In contrast, we’ve seen nothing yet in the field of alignment that is as unambiguously a breakthrough as is the 2006 paper by Hinton et al or 2012′s AlexNet or (emphatically) the 2017 paper “Attention is all you need”. In fact I suspect that some researchers could tell that the attention mechanism reported by Bahdanau et al in 2015 or the Seq2Seq models reported on by Sutskever et al in 2014 was evidence that deep-learning language models were making solid progress and that a blockbuster insight like “attention is all you need” is probably only a few years away.

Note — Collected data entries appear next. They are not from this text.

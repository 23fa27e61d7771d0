// Package inflate undoes deflate (RFC 1951) and zlib (RFC 1950) for data of known size, all at once and into one slice. The output
// is its own window, and a 64-bit buffer holds enough bits for a length with its distance: this is what makes it faster than a
// reader of streams. It accepts and refuses what the library github.com/klauspost/compress/zlib does, and gives the same bytes.
package inflate

import (
	"encoding/binary"
	"errors"
	"hash/adler32"
	"sync"
)

// Errors of Zlib.
var (
	ErrHeader   = errors.New("no zlib header")
	ErrCorrupt  = errors.New("damaged data")
	ErrCut      = errors.New("data that ends early")
	ErrLong     = errors.New("more data than expected")
	ErrChecksum = errors.New("a checksum that does not fit")
)

// Slack is the room beyond the expected size that a destination should have: with less, its end is decoded more slowly.
const Slack = 320

// A Decoder holds tables that are used again and again. The zero value is ready; it serves one goroutine at a time.
type Decoder struct {
	tables
	lengths [288 + 32]uint8
	precode [1 << precodeBits]uint32
}

// tables decode the two codes of a block.
type tables struct {
	literals [literalSize]uint32
	offsets  [offsetSize]uint32
}

// Zlib undoes zlib data that holds at most len(dst) bytes and returns how many there are, and how many bytes of src were used. The
// room between len(dst) and cap(dst) may be overwritten. Its checksum is compared.
func (d *Decoder) Zlib(dst, src []byte) (n, used int, err error) {
	if len(src) < 2 {
		return 0, 0, ErrCut
	}
	if src[0]&15 != 8 || src[0]>>4 > 7 || binary.BigEndian.Uint16(src)%31 != 0 || src[1]&0x20 != 0 {
		return 0, 0, ErrHeader
	}
	n, used, err = d.Deflate(dst, src[2:])
	if err != nil {
		return n, 0, err
	}
	used += 2
	if len(src)-used < 4 {
		return n, 0, ErrCut
	}
	if adler32.Checksum(dst[:n]) != binary.BigEndian.Uint32(src[used:]) {
		return n, 0, ErrChecksum
	}
	return n, used + 4, nil
}

// state is where a Decoder is in its input and output.
type state struct {
	src  []byte
	at   int    // next byte of src
	buf  uint64 // bits not yet used, the next one lowest
	have uint   // how many of them
	fake uint   // bits of them that lie beyond the end of src
}

// fill brings at least 48 bits into the buffer, zeros beyond the end.
func (s *state) fill() {
	for s.have <= 56 {
		if s.at < len(s.src) {
			s.buf |= uint64(s.src[s.at]) << (s.have & 63)
			s.at++
		} else {
			s.fake += 8
		}
		s.have += 8
	}
}

func (s *state) take(n uint) uint {
	v := s.buf & (1<<n - 1)
	s.buf >>= n
	s.have -= n
	return uint(v)
}

// over tells whether bits beyond the end have been used.
func (s *state) over() bool { return s.fake > s.have }

// Deflate undoes deflate data; see Zlib.
func (d *Decoder) Deflate(dst, src []byte) (n, used int, err error) {
	s := state{src: src}
	for last := false; !last; {
		s.fill()
		last = s.take(1) == 1
		kind := s.take(2)
		if s.over() {
			return n, 0, ErrCut
		}
		switch kind {
		case 0:
			n, err = d.stored(&s, dst, n)
		case 1:
			n, err = fixedTables().block(&s, dst, n)
		case 2:
			if err = d.dynamicTables(&s); err == nil {
				n, err = d.block(&s, dst, n)
			}
		default:
			err = ErrCorrupt
		}
		if err != nil {
			return n, 0, err
		}
	}
	return n, s.at - int(s.have-s.fake)/8, nil
}

func (d *Decoder) stored(s *state, dst []byte, n int) (int, error) {
	s.take(s.have & 7)
	at := s.at - int(s.have-min(s.fake, s.have))/8
	s.buf, s.have, s.fake = 0, 0, 0
	if len(s.src)-at < 4 {
		return n, ErrCut
	}
	size := int(binary.LittleEndian.Uint16(s.src[at:]))
	if size != int(^binary.LittleEndian.Uint16(s.src[at+2:])) {
		return n, ErrCorrupt
	}
	at += 4
	if len(s.src)-at < size {
		return n, ErrCut
	}
	if len(dst)-n < size {
		return n, ErrLong
	}
	copy(dst[n:], s.src[at:at+size])
	s.at = at + size
	return n + size, nil
}

// fixedTables are those of the fixed codes (RFC 1951, section 3.2.6).
var fixedTables = sync.OnceValue(func() *tables {
	var l [288]uint8
	for i := range l {
		switch {
		case i < 144:
			l[i] = 8
		case i < 256:
			l[i] = 9
		case i < 280:
			l[i] = 7
		default:
			l[i] = 8
		}
	}
	t := &tables{}
	build(t.literals[:], literalBits, l[:], &literalEntries)
	o := l[:32]
	for i := range o {
		o[i] = 5
	}
	build(t.offsets[:], offsetBits, o, &offsetEntries)
	return t
})

// precodeOrder is the order in which the lengths of the code for code lengths are written (RFC 1951, section 3.2.7).
var precodeOrder = [19]uint8{16, 17, 18, 0, 8, 7, 9, 6, 10, 5, 11, 4, 12, 3, 13, 2, 14, 1, 15}

func (d *Decoder) dynamicTables(s *state) error {
	s.fill()
	literals, offsets, pre := int(s.take(5))+257, int(s.take(5))+1, int(s.take(4))+4
	if literals > 286 || offsets > 30 {
		return ErrCorrupt
	}
	var lengths [19]uint8
	for _, symbol := range precodeOrder[:pre] {
		s.fill()
		lengths[symbol] = uint8(s.take(3))
	}
	if !build(d.precode[:], precodeBits, lengths[:], &precodeEntries) {
		return ErrCorrupt
	}
	all := literals + offsets
	for i := 0; i < all; {
		s.fill()
		e := d.precode[s.buf&(1<<precodeBits-1)]
		if s.over() {
			return ErrCut
		}
		if e&special != 0 {
			return ErrCorrupt
		}
		s.take(uint(e & 0xff))
		symbol := e >> 16
		if symbol < 16 {
			d.lengths[i] = uint8(symbol)
			i++
			continue
		}
		value, again := uint8(0), 0
		switch symbol {
		case 16:
			if i == 0 {
				return ErrCorrupt
			}
			value, again = d.lengths[i-1], 3+int(s.take(2))
		case 17:
			again = 3 + int(s.take(3))
		default:
			again = 11 + int(s.take(7))
		}
		if i+again > all {
			return ErrCorrupt
		}
		for range again {
			d.lengths[i] = value
			i++
		}
	}
	if s.over() {
		return ErrCut
	}
	if !build(d.literals[:], literalBits, d.lengths[:literals], &literalEntries) || !build(d.offsets[:], offsetBits, d.lengths[literals:all], &offsetEntries) {
		return ErrCorrupt
	}
	return nil
}
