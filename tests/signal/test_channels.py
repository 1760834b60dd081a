"""Bad channels: known faults get their labels, clean simulated recordings get none."""

from __future__ import annotations

import numpy as np
import pytest

from pulsemend.signal.channels import (
    LEAST_CHANNELS,
    LEAST_WINDOWS,
    Judgement,
    Label,
    WindowMeter,
    judge,
)
from pulsemend.simulate.head import CAP
from support.faulty_channels import (
    BROKEN,
    CAP_32,
    RATE_HZ,
    WINDOW,
    bridged_with_c3,
    broken,
    clean,
    columns_of,
    judged,
    labels,
)


def known(found: Judgement | None) -> Judgement:
    assert found is not None
    return found


def named(found: Judgement, names: tuple[str, ...]) -> dict[str, set[Label]]:
    return {names[place]: given for place, given in labels(found).items()}


@pytest.mark.parametrize("seed", [1, 2])
def test_every_fault_gets_its_label(seed: int) -> None:
    found = known(judged(broken(clean(seed), CAP, seed), CAP))
    assert named(found, CAP) == BROKEN


def test_a_smaller_cap_is_judged_by_predictions() -> None:
    volts = clean(1)[:, columns_of(CAP_32)]
    found = known(judged(broken(volts, CAP_32, 1), CAP_32))
    by_prediction = {name: given - {Label.UNLIKE} for name, given in BROKEN.items()}
    assert {name: given - {Label.UNLIKE} for name, given in named(found, CAP_32).items()} == by_prediction


@pytest.mark.parametrize("names", [CAP, CAP_32])
def test_bridged_electrodes_are_a_pair_and_not_bad(names: tuple[str, ...]) -> None:
    volts = clean(1)[:, columns_of(names)]
    found = known(judged(broken(volts, names, 1), names))
    assert [(names[a], names[b]) for a, b in found.bridged] in (
        [("C3", bridged_with_c3(names))],
        [(bridged_with_c3(names), "C3")],
    )
    assert not {"C3", bridged_with_c3(names)} & set(named(found, names))
    assert not known(judged(volts, names)).bridged


@pytest.mark.parametrize("names", [CAP, CAP_32])
def test_clean_recordings_have_none(names: tuple[str, ...]) -> None:
    for seed in (1, 2):
        assert not named(known(judged(clean(seed)[:, columns_of(names)], names)), names)


@pytest.mark.slow
@pytest.mark.parametrize("first", range(100, 200, 10))
def test_nothing_is_found_in_a_hundred_clean_recordings(first: int) -> None:
    """The issue asks for 95 of 100; none of these has a finding, on either cap."""
    for seed in range(first, first + 10):
        volts = clean(seed)
        for names in (CAP, CAP_32):
            assert not named(known(judged(volts[:, columns_of(names)], names)), names), (seed, len(names))


def test_without_positions_loud_dead_and_noisy_channels_are_found() -> None:
    found = known(judged(broken(clean(1), CAP, 1), None))
    expected = {name: given & {Label.LOUD_OR_DEAD, Label.FAST_NOISE} for name, given in BROKEN.items()}
    assert named(found, CAP) == {name: given for name, given in expected.items() if given}
    assert Label.UNPREDICTED not in {one.label for one in found.criteria}


def test_a_stretch_is_told_and_does_not_make_a_channel_bad() -> None:
    volts = clean(1)
    place = CAP.index("P3")
    volts[: 10 * WINDOW, place] *= 12.0
    found = known(judged(volts, CAP))
    assert found.n_windows == 30
    assert not found.bad.any()
    loud = found.criteria[0]
    assert loud.label is Label.LOUD_OR_DEAD
    assert loud.n_over[place] == 10
    assert np.delete(loud.n_over, place).max() == 0
    assert loud.worst[place] > loud.limit > loud.value[place]


def test_a_flat_channel_is_dead() -> None:
    volts = clean(1)
    volts[:, 10] = 0.0
    assert labels(known(judged(volts, CAP))) == {10: {Label.LOUD_OR_DEAD}}


def test_an_inverted_channel_is_unlike_its_neighbours() -> None:
    volts = clean(1)
    volts[:, CAP.index("CP2")] *= -1.0
    found = named(known(judged(volts, CAP)), CAP)
    assert set(found) == {"CP2"}
    assert Label.UNLIKE in found["CP2"]


def test_line_noise_in_one_channel_is_no_fast_noise_where_the_line_is_taken_out() -> None:
    volts = clean(1)
    volts[:, 20] += 60e-6 * np.sin(2 * np.pi * 50.0 * np.arange(len(volts)) / RATE_HZ)
    assert not known(judged(volts, CAP)).bad.any()
    untouched = WindowMeter(RATE_HZ, 0.0)
    windows = [untouched.measure(volts[at : at + WINDOW]) for at in range(0, 10 * WINDOW, WINDOW)]
    assert known(judge([window for window in windows if window], None)).bad[20]


def test_where_no_channel_is_like_another_none_is_found() -> None:
    """Else recordings of something unlike an EEG would lose every channel."""
    volts = 1e-5 * np.random.default_rng(1).standard_normal((20_000, len(CAP)))
    assert not known(judged(volts, CAP)).bad.any()
    assert not known(judged(volts, None)).bad.any()


def test_the_result_does_not_depend_on_units_or_chance() -> None:
    volts = broken(clean(2), CAP, 2)[: 8 * WINDOW]
    once, again, louder = (known(judged(x, CAP)) for x in (volts, volts.copy(), 4.0 * volts))
    for one, other, scaled in zip(once.criteria, again.criteria, louder.criteria, strict=True):
        np.testing.assert_array_equal(one.value, other.value)
        np.testing.assert_array_equal(one.n_over, scaled.n_over)


def test_slow_recordings_have_no_fast_noise_to_judge() -> None:
    found = known(judged(clean(2)[::8], CAP, RATE_HZ / 8))
    assert Label.FAST_NOISE not in {one.label for one in found.criteria}
    assert not found.bad.any()


def test_too_few_windows_or_channels_are_not_judged() -> None:
    volts = clean(2)
    assert judged(volts[: (LEAST_WINDOWS - 1) * WINDOW], CAP) is None
    assert judged(volts[:, : LEAST_CHANNELS - 1], CAP[: LEAST_CHANNELS - 1]) is None
    assert WindowMeter(RATE_HZ, 50.0).measure(volts[:400]) is None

The reason I believe it is very unlikely for the alignment research project to succeed before AI kills us all is that in machine learning or the deep-learning subfield of machine learning, what was recognized by essentially everyone in the field as a minor or major breakthrough has occurred every few years. Many of these breakthrough rely on earlier breakthroughs (i.e., it is very unlikely for the sucessive breakthrough to have occurred if the earlier breakthrough had not been disseminated to the community of researcher). During this time, despite very talented people working on it, there has been zero results in alignment research that the entire field of alignment researchers would consider a breakthrough. That does not mean it is impossible for the alignment project to be finished in time, but it does IMO make it critical for the alignment project to be prosecuted in such a way that it does not inadvertently assist the capabilities project.
Yes, much more money has been spent on capability research the last 20 years than on alignment research, but money doesn’t help all that much to speed up research in which to have any hope of solving the problem, the researchers need insight X or X2, and to have any hope of arriving at insight X, they need insights Y and Y2, and to have much hope at all of arriving at Y, they need insight Z.
Even if building intelligence requires solving many many problems, preventing that intelligence from killing you may just require solving a single very hard problem. We may go from having no idea to having a very good idea.
I don’t know. My view is that we can’t be sure of these things.